#### [DESCRIPTION OF THE TASK]
Print out the records precisely, keeping each line identical to its source.

#### [PROVIDED RECORDS]
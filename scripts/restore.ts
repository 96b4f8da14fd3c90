/**
 * `npm run restore -- DIR`: restores the backup in DIR into the empty installation named by
 * `DB_FILE` and `UPLOADS_DIR` (server/backup/restore.ts). Start the server afterwards.
 */
import { RestoreError, restoreInstallation } from '../server/backup/restore';
import { runInstallationCommand } from './installation-command';

await runInstallationCommand({
  name: 'restore',
  dirMeans: 'a folder written by npm run backup',
  refusal: RestoreError,
  run: (config, dir, progress) => restoreInstallation({ dir, dbFile: config.dbFile, uploadsDir: config.uploadsDir, progress }),
});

#### [OUTPUT OF THE TASK]
filename scripts/restore.ts
repository 96b4f8da14fd3c90
/**
 * `npm run restore -- DIR`: restores the backup in DIR into the empty installation named by
 * `DB_FILE` and `UPLOADS_DIR` (server/backup/restore.ts). Start the server afterwards.
 */
import { RestoreError, restoreInstallation } from '../server/backup/restore';
import { runInstallationCommand } from './installation-command';

await runInstallationCommand({
  name: 'restore',
  dirMeans: 'a folder written by npm run backup',
  refusal: RestoreError,
  run: (config, dir, progress) => restoreInstallation({ dir, dbFile: config.dbFile, uploadsDir: config.uploadsDir, progress }),
});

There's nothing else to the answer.